Every line in the data below that includes "stack" belongs in the answer, copied as it stands.

:: DATA SECTION

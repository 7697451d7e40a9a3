//! Layers: thickness, doping, profiles, interfaces, contacts.

use std::sync::Arc;

use epiloom_solver::device::{Contact, Interface, Layer, LayerOptics, Profile};
use epiloom_solver::materials::Parameter;
use rhai::{Array, Dynamic, Map};

use crate::diagnostics::codes;
use crate::language::device_value::{
    ConstantsValue, ContactValue, DopingValue, Edit, InterfaceValue, LayerValue, MaterialValue, ProfileValue,
};
use crate::language::dimension::Dimension;
use crate::language::fault::{Fault, Faults, Place};
use crate::language::quantity::Quantity;
use crate::language::value::{self, Options, array, give, quantity, quantity_or_infinite, take, text};
use crate::language::vocabulary::{
    Answer, Call, OptionRow, function, getter, index_getter, index_setter, setter, topic, unknown_property,
};

use super::materials;

topic! {
    "Layers and contacts",
    "Depth in a profile counts from the front of its layer. An entry `()` of a stack is skipped, so a layer may stand in an `if`.";

    Function "layer" {
        forms: ["layer(\"name\", material, thickness, doping)", "layer(\"name\", material, thickness, doping, #{ options })"],
        doc: "A layer. Its options override values of the material in this layer alone; besides every option of `material` \
              there is `optics`.",
        options: &[
            OptionRow { key: "optics", takes: "a text: \"absorbing\" or \"inert\"", doc: "Whether the layer takes part in the optics." },
            OptionRow { key: "x", takes: "a number from 0 to 1, or `graded(..)`", doc: "Composition of the alloy in this layer." },
        ],
        example: "let gaas = material(\"GaAs\");\nlet base = layer(\"base\", gaas, 3.um, acceptors(1e17.per_cm3), #{ electron_lifetime: 5.ns });",
        register: |engine, session| {
            engine.register_type_with_name::<LayerValue>("layer");
            function(engine, session, "layer", 4..=5, build);
        },
    }
    Function "donors" {
        forms: ["donors(density)", "donors(graded(..))", "donors(..) + acceptors(..)"],
        doc: "Ionised donors of a density, constant or graded. The sum of donors and acceptors is a compensated layer.",
        example: "let doping = donors(2e18.per_cm3) + acceptors(1e16.per_cm3);",
        register: |engine, session| {
            engine.register_type_with_name::<DopingValue>("doping");
            function(engine, session, "donors", 1..=1, |_, arguments| {
                let donors = doping_profile(arguments[0], "donor density")?;
                Ok(Dynamic::from(DopingValue { donors, acceptors: nothing() }))
            });
            engine.register_fn("+", |a: DopingValue, b: DopingValue| -> crate::language::fault::Outcome<DopingValue> {
                Ok(DopingValue { donors: sum(a.donors, b.donors)?, acceptors: sum(a.acceptors, b.acceptors)? })
            });
        },
    }
    Function "acceptors" {
        forms: ["acceptors(density)", "acceptors(graded(..))"],
        doc: "Ionised acceptors of a density, constant or graded.",
        example: "let doping = acceptors(graded(\"exponential\", 1e18.per_cm3, 1e16.per_cm3));",
        register: |engine, session| {
            function(engine, session, "acceptors", 1..=1, |_, arguments| {
                let acceptors = doping_profile(arguments[0], "acceptor density")?;
                Ok(Dynamic::from(DopingValue { donors: nothing(), acceptors }))
            });
        },
    }
    Function "intrinsic" {
        forms: ["intrinsic()"],
        doc: "No doping.",
        example: "let doping = intrinsic();",
        register: |engine, session| {
            function(engine, session, "intrinsic", 0..=0, |_, _| {
                Ok(Dynamic::from(DopingValue { donors: nothing(), acceptors: nothing() }))
            });
        },
    }
    Function "graded" {
        forms: [
            "graded(\"linear\", front, rear)",
            "graded(\"exponential\", front, rear)",
            "graded(\"erfc\", surface, background, depth)",
            "graded([[depth, value], ..])",
        ],
        doc: "A profile of densities, or of compositions (plain numbers): linear or exponential from the layer's front to its \
              rear; `background + (surface - background) erfc(z / depth)`, the profile that diffusion from a constant surface \
              source leaves, depth being 2 sqrt(D t); or a measured table, linear between its points and constant beyond them. \
              The table is an array of pairs, or of maps with `depth` and `density` (or `x`) as `read_csv` gives them.",
        example: "let doping = donors(graded(\"erfc\", 2e19.per_cm3, 1e15.per_cm3, 50.nm));\nlet measured = acceptors(graded([[0.nm, 2e18.per_cm3], [40.nm, 5e17.per_cm3]]));",
        register: |engine, session| {
            engine.register_type_with_name::<ProfileValue>("profile");
            function(engine, session, "graded", 1..=4, |_, arguments| graded(arguments));
        },
    }
    Function "interface" {
        forms: ["interface(#{ options })"],
        doc: "What happens between two layers beyond continuity: it stands between them in the stack. Recombination per area \
              X / ((n + n1)/S_p + (p + p1)/S_n), with the densities and n1 = p1 = ni of the side of smaller gap.",
        options: &[
            OptionRow { key: "recombination_velocity", takes: "a velocity", doc: "Recombination velocity of both carriers." },
            OptionRow { key: "electron_recombination_velocity", takes: "a velocity", doc: "Recombination velocity S_n of electrons, if it differs." },
            OptionRow { key: "hole_recombination_velocity", takes: "a velocity", doc: "Recombination velocity S_p of holes, if it differs." },
        ],
        example: "let between = interface(#{ recombination_velocity: 1e4.cm_per_s });",
        register: |engine, session| {
            engine.register_type_with_name::<InterfaceValue>("interface");
            function(engine, session, "interface", 1..=1, interface);
        },
    }
    Function "ohmic" {
        forms: ["ohmic()", "ohmic(#{ options })"],
        doc: "An ohmic contact: the majority carrier is pinned to the contact's Fermi level, the minority carrier recombines \
              with the given velocity, without limit if none is given.",
        options: &[
            OptionRow { key: "recombination_velocity", takes: "a velocity", doc: "Recombination velocity of the minority carrier." },
        ],
        example: "let contact = ohmic(#{ recombination_velocity: 1e6.cm_per_s });",
        register: |engine, session| {
            engine.register_type_with_name::<ContactValue>("contact");
            function(engine, session, "ohmic", 0..=1, |_, arguments| {
                let options = match arguments.first() {
                    Some(map) => Options::new(map, "`ohmic`", ["recombination_velocity"]).map_err(Faults)?,
                    None => Options::none(),
                };
                Ok(Dynamic::from(ContactValue(Contact { recombination_velocity: velocity(&options, "recombination_velocity", true)? })))
            });
        },
    }
    Property "name" of "layer" {
        forms: ["layer.name"],
        doc: "Its name.",
        example: "print(layer(\"base\", material(\"GaAs\"), 3.um, acceptors(1e17.per_cm3)).name);",
        register: |engine, session| {
            getter::<LayerValue>(engine, session, "name", |_, arguments| Ok(of(arguments[0])?.layer.name.clone().into()));
        },
    }
    Property "thickness" of "layer" {
        forms: ["layer.thickness", "cell[\"name\"].thickness = length"],
        doc: "Its thickness.",
        example: "let base = layer(\"base\", material(\"GaAs\"), 3.um, acceptors(1e17.per_cm3));\nbase.thickness = 2.um;\nprint(base.thickness);",
        register: |engine, session| {
            getter::<LayerValue>(engine, session, "thickness", |_, arguments| Ok(give(of(arguments[0])?.layer.thickness.clone())));
            setter::<LayerValue>(engine, session, "thickness", |call, arguments| {
                let given = thickness(arguments[1], &of(arguments[0])?.layer.name, Place::Argument(0))?;
                change(call, arguments[0], |layer| layer.thickness = given)
            });
        },
    }
    Property "material" of "layer" {
        forms: ["layer.material", "cell[\"name\"].material = material"],
        doc: "Its material. Setting it drops the options that the layer had of its own.",
        example: "let base = layer(\"base\", material(\"GaAs\"), 3.um, acceptors(1e17.per_cm3));\nprint(base.material.name);",
        register: |engine, session| {
            getter::<LayerValue>(engine, session, "material", |_, arguments| {
                let layer = of(arguments[0])?.layer;
                Ok(Dynamic::from(MaterialValue { material: layer.material.clone(), graded: layer.composition.clone() }))
            });
            setter::<LayerValue>(engine, session, "material", |call, arguments| {
                let given: MaterialValue = take(arguments[1], "the material", "a material").map_err(|f| f.at(Place::Argument(0)))?;
                change(call, arguments[0], |layer| {
                    layer.material = given.material;
                    layer.composition = given.graded;
                })
            });
        },
    }
    Property "doping" of "layer" {
        forms: ["layer.doping", "cell[\"name\"].doping = donors(..)"],
        doc: "Its doping.",
        example: "let base = layer(\"base\", material(\"GaAs\"), 3.um, acceptors(1e17.per_cm3));\nbase.doping = acceptors(2e17.per_cm3);\nprint(base.name);",
        register: |engine, session| {
            getter::<LayerValue>(engine, session, "doping", |_, arguments| {
                let layer = of(arguments[0])?.layer;
                Ok(Dynamic::from(DopingValue { donors: layer.donors.clone(), acceptors: layer.acceptors.clone() }))
            });
            setter::<LayerValue>(engine, session, "doping", |call, arguments| {
                let given: DopingValue = take(arguments[1], "the doping", "a doping, such as donors(2e18.per_cm3)").map_err(|f| f.at(Place::Argument(0)))?;
                change(call, arguments[0], |layer| {
                    layer.donors = given.donors;
                    layer.acceptors = given.acceptors;
                })
            });
        },
    }
    Property "optics" of "layer" {
        forms: ["layer.optics", "cell[\"name\"].optics = \"inert\""],
        doc: "Its part in the optics, \"absorbing\" or \"inert\". Every option of `material`, `x` included, is a property of a layer too.",
        example: "let base = layer(\"base\", material(\"GaAs\"), 3.um, acceptors(1e17.per_cm3));\nbase.electron_lifetime = 5.ns;\nprint(base.electron_lifetime);",
        register: |engine, session| {
            getter::<LayerValue>(engine, session, "optics", |_, arguments| {
                Ok(optics_word(of(arguments[0])?.layer.optics).into())
            });
            setter::<LayerValue>(engine, session, "optics", |call, arguments| {
                let given = optics(arguments[1]).map_err(|f| f.at(Place::Argument(0)))?;
                change(call, arguments[0], |layer| layer.optics = given)
            });
            index_getter::<LayerValue>(engine, session, |_, arguments| {
                let layer = of(arguments[0])?.layer;
                let key = text(arguments[1], "a property")?;
                if key == "x" {
                    return Ok(match (&layer.composition, &layer.material.composition) {
                        (Some(profile), _) => Dynamic::from(ProfileValue(profile.clone())),
                        (None, Some(x)) => give(x.clone()),
                        (None, None) => Dynamic::UNIT,
                    });
                }
                match Parameter::from_key(&key) {
                    Some(parameter) => Ok(layer.material.overrides.get(&parameter).cloned().map_or(Dynamic::UNIT, give)),
                    None => Err(no_property(&key).into()),
                }
            });
            index_setter::<LayerValue>(engine, session, |call, arguments| {
                let key = text(arguments[1], "a property")?;
                let of_layer = format!("layer `{}`", of(arguments[0])?.layer.name);
                let here = |fault: Fault| fault.at(Place::Argument(0));
                if key == "x" {
                    let (number, profile) = materials::composition(arguments[2], &of_layer).map_err(here)?;
                    return change(call, arguments[0], |layer| {
                        layer.composition = profile.map(|p| p.0);
                        if number.is_some() {
                            layer.material.composition = number;
                        }
                    });
                }
                let parameter = Parameter::from_key(&key).ok_or_else(|| no_property(&key))?;
                let given = materials::parameter_value(parameter, arguments[2], &of_layer).map_err(here)?;
                change(call, arguments[0], |layer| {
                    layer.material.overrides.insert(parameter, given);
                })
            });
        },
    }
}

::::

* [REPLY]
    "Depth in a profile counts from the front of its layer. An entry `()` of a stack is skipped, so a layer may stand in an `if`.";
        doc: "What happens between two layers beyond continuity: it stands between them in the stack. Recombination per area \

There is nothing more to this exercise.